▸ Extracted records

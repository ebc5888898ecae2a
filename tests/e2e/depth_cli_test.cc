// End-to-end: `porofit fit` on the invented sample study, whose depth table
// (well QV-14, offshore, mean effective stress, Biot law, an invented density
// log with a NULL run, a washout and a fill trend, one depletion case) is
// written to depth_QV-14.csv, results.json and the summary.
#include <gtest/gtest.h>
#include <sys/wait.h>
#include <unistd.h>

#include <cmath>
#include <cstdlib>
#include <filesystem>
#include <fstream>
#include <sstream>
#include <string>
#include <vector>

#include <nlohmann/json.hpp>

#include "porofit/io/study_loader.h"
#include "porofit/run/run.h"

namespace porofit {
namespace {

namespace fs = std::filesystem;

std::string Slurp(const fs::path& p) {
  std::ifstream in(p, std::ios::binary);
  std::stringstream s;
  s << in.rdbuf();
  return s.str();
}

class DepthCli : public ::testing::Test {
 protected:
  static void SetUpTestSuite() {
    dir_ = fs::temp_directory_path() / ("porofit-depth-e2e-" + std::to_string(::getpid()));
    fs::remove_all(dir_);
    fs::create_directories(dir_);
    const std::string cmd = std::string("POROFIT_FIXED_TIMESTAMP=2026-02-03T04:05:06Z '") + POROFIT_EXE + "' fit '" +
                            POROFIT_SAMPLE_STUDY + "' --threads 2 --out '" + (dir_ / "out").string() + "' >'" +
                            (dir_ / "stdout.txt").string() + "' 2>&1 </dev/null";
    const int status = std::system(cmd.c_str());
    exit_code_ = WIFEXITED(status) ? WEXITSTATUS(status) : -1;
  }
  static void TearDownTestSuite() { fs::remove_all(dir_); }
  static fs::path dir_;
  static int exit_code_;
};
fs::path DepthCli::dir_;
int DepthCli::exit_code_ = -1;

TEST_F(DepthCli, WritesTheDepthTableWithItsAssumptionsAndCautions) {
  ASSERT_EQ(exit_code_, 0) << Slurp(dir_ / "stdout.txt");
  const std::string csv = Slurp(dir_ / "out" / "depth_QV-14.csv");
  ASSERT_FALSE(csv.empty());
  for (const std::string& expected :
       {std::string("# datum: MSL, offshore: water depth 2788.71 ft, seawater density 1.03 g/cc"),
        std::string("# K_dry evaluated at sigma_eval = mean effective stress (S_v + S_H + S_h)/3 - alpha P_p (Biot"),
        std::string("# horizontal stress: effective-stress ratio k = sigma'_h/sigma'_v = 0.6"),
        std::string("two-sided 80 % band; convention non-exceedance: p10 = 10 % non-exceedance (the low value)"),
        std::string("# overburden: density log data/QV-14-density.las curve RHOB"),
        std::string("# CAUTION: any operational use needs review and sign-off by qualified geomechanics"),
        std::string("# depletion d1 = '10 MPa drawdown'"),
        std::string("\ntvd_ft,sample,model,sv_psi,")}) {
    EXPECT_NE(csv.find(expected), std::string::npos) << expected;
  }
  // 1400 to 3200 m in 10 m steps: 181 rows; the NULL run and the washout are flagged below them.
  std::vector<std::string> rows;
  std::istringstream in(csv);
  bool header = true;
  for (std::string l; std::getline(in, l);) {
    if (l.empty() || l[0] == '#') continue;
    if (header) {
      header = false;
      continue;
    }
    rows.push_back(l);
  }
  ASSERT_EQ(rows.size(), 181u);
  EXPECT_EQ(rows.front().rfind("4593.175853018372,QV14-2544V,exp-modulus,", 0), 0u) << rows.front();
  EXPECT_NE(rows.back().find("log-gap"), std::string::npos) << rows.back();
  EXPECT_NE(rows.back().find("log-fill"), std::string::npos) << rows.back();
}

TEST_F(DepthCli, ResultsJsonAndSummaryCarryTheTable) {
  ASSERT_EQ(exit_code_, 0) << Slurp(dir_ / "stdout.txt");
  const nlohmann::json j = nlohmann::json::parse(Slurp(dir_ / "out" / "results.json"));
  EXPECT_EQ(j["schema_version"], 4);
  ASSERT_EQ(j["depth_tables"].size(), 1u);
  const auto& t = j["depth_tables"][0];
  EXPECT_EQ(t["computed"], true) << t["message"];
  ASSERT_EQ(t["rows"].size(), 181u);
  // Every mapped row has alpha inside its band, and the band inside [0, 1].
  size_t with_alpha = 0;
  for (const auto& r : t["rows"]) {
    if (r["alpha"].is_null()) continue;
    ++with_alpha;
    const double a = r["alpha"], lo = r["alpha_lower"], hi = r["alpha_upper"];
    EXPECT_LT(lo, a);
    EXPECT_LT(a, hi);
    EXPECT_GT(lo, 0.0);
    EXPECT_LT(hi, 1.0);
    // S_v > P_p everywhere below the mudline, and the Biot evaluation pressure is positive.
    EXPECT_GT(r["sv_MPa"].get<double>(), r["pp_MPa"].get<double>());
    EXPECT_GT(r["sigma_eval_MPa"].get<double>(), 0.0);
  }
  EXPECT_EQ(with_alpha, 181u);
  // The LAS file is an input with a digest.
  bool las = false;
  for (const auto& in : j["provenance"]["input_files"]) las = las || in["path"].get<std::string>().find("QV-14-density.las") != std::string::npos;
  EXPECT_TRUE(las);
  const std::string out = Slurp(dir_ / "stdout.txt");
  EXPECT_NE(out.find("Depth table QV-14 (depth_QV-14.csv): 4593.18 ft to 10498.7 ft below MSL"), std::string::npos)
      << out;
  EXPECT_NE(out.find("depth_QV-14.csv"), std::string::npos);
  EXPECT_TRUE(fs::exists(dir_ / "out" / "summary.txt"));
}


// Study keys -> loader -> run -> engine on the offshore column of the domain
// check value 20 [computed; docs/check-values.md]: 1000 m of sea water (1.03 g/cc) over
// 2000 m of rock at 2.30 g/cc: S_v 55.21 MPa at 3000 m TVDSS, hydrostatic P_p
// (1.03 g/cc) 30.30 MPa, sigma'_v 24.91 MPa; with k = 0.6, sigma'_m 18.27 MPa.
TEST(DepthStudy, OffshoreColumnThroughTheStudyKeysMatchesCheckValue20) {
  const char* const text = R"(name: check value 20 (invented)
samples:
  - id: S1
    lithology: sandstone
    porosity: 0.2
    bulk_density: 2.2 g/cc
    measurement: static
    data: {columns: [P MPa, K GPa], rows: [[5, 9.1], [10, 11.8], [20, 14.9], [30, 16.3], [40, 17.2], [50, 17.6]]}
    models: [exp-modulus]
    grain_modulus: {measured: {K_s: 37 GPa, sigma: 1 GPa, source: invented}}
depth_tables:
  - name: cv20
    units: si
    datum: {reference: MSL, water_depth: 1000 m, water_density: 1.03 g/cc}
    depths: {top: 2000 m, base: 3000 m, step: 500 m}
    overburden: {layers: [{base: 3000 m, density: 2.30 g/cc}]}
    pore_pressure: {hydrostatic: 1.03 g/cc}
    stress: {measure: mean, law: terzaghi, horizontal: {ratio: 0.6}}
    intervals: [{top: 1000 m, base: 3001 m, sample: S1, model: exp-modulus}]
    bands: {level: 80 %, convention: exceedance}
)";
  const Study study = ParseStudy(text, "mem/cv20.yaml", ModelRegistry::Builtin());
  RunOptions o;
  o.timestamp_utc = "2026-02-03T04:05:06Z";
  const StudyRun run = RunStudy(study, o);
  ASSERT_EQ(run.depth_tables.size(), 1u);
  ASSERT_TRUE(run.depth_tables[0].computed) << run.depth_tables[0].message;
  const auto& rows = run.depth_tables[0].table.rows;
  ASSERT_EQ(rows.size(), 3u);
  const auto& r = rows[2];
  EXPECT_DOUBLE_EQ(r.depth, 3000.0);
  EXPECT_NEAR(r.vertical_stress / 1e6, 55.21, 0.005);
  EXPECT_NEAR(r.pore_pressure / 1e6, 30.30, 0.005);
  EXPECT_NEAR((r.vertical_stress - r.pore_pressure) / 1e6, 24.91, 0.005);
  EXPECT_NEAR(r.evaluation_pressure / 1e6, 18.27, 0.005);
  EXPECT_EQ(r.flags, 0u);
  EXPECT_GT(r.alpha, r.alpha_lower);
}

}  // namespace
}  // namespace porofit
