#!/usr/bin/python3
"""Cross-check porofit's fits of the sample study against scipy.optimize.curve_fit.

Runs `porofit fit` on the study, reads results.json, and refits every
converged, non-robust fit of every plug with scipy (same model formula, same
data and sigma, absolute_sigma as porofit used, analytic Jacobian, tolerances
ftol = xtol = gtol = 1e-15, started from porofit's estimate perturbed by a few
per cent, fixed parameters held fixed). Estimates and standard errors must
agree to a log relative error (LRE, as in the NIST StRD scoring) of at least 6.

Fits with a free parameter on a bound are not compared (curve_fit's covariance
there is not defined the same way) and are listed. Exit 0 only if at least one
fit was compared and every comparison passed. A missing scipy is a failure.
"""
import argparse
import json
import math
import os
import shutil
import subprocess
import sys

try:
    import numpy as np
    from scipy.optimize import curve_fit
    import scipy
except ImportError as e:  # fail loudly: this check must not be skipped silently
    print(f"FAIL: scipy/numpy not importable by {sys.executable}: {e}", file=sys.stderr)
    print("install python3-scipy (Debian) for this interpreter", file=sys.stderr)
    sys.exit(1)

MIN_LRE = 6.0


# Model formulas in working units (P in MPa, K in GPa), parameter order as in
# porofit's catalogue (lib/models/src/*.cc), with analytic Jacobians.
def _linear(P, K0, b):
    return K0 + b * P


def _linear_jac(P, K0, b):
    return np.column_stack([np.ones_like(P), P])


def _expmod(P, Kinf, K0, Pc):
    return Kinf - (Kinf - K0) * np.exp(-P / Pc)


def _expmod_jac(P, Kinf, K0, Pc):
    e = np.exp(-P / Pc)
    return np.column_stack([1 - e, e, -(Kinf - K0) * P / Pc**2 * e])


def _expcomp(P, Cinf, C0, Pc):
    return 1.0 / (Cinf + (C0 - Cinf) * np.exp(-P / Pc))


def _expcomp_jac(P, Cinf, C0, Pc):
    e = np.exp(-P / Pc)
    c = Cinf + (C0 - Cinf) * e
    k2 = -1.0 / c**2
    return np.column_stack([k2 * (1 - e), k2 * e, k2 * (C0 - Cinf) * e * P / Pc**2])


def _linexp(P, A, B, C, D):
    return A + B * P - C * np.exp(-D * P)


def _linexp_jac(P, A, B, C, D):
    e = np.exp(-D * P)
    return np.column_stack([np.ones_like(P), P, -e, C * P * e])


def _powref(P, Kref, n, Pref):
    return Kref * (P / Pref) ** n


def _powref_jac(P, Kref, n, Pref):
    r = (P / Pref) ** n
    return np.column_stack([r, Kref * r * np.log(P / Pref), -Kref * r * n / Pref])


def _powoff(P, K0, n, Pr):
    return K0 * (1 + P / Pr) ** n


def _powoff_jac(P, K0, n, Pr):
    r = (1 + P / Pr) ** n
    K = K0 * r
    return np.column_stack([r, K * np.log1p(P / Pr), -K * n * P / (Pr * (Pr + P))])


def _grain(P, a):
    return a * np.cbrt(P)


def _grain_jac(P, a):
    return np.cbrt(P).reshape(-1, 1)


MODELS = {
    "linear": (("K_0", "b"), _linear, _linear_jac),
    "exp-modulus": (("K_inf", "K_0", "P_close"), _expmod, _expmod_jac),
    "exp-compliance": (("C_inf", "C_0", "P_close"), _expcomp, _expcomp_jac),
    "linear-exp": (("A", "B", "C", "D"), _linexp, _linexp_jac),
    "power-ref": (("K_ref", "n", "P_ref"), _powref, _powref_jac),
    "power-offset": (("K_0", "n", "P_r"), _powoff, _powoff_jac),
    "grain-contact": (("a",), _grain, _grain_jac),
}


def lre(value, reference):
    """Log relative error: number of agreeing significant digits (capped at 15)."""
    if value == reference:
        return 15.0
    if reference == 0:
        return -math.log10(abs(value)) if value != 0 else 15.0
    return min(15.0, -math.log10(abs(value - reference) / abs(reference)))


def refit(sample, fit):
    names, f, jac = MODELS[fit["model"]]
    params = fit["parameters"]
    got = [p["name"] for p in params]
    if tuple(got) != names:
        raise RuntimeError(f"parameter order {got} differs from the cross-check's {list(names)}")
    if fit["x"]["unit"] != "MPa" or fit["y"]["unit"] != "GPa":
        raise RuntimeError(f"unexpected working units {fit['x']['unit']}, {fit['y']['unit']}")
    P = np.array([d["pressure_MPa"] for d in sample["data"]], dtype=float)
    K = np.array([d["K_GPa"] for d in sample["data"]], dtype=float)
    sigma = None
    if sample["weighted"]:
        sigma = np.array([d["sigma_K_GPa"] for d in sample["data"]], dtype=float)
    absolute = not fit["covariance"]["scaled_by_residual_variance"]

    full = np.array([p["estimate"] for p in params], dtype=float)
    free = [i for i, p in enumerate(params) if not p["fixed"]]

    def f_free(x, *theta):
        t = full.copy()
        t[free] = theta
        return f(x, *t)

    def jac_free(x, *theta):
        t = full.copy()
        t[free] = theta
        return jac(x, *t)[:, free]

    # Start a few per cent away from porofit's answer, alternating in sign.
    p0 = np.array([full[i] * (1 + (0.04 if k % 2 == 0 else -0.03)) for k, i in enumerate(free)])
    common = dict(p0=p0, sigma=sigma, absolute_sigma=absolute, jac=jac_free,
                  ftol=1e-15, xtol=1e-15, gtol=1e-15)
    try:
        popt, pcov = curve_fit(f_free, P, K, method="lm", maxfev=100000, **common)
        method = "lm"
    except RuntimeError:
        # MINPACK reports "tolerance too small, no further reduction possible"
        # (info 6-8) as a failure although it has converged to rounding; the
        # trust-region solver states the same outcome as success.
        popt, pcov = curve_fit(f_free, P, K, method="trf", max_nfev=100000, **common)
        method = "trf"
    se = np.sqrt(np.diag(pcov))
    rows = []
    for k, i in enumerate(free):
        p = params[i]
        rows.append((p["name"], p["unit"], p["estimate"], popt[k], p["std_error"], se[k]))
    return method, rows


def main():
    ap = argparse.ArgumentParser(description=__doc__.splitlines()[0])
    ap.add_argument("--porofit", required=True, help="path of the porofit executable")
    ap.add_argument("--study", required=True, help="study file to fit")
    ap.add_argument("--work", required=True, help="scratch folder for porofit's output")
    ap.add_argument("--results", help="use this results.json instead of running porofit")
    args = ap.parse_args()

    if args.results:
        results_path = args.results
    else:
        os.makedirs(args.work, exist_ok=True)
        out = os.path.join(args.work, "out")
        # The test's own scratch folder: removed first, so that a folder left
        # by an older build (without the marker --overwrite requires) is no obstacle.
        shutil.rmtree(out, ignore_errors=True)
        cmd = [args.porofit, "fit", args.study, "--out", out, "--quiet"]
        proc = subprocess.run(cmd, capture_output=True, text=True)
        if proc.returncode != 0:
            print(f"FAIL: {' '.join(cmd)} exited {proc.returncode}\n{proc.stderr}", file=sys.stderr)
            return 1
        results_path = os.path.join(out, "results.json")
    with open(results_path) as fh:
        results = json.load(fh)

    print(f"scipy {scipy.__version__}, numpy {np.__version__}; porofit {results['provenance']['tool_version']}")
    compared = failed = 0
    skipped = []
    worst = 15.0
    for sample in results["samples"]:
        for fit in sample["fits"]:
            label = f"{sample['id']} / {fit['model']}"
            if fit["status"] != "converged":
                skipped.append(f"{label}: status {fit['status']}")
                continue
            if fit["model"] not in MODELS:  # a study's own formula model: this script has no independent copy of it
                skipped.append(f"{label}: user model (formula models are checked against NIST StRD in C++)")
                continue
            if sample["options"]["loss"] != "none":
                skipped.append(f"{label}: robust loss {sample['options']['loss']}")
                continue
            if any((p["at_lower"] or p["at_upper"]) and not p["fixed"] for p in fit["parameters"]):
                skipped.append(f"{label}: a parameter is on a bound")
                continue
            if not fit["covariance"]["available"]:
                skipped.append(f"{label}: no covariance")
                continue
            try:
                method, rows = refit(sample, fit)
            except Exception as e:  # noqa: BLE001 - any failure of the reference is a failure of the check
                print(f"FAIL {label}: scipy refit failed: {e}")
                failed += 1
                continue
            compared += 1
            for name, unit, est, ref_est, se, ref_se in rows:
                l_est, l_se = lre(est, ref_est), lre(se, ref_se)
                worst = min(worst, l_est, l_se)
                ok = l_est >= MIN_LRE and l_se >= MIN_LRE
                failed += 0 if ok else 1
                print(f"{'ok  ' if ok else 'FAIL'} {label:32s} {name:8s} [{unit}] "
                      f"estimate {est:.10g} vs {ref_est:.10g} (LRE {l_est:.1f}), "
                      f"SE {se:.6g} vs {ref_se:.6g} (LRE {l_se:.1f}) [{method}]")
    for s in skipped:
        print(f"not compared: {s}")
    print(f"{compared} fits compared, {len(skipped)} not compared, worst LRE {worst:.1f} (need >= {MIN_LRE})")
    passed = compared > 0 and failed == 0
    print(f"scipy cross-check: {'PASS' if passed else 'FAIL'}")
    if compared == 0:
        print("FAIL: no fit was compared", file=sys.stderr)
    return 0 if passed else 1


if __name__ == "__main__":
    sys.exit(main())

▸ What you should do
Take the first line of the material above as the start and the line that contains "and the summary." as the end. Output only that span, every line exactly as it stands.

▸ Response below
repository ebc5888898ecae2a
filename tests/e2e/depth_cli_test.cc
// End-to-end: `porofit fit` on the invented sample study, whose depth table
// (well QV-14, offshore, mean effective stress, Biot law, an invented density
// log with a NULL run, a washout and a fill trend, one depletion case) is
// written to depth_QV-14.csv, results.json and the summary.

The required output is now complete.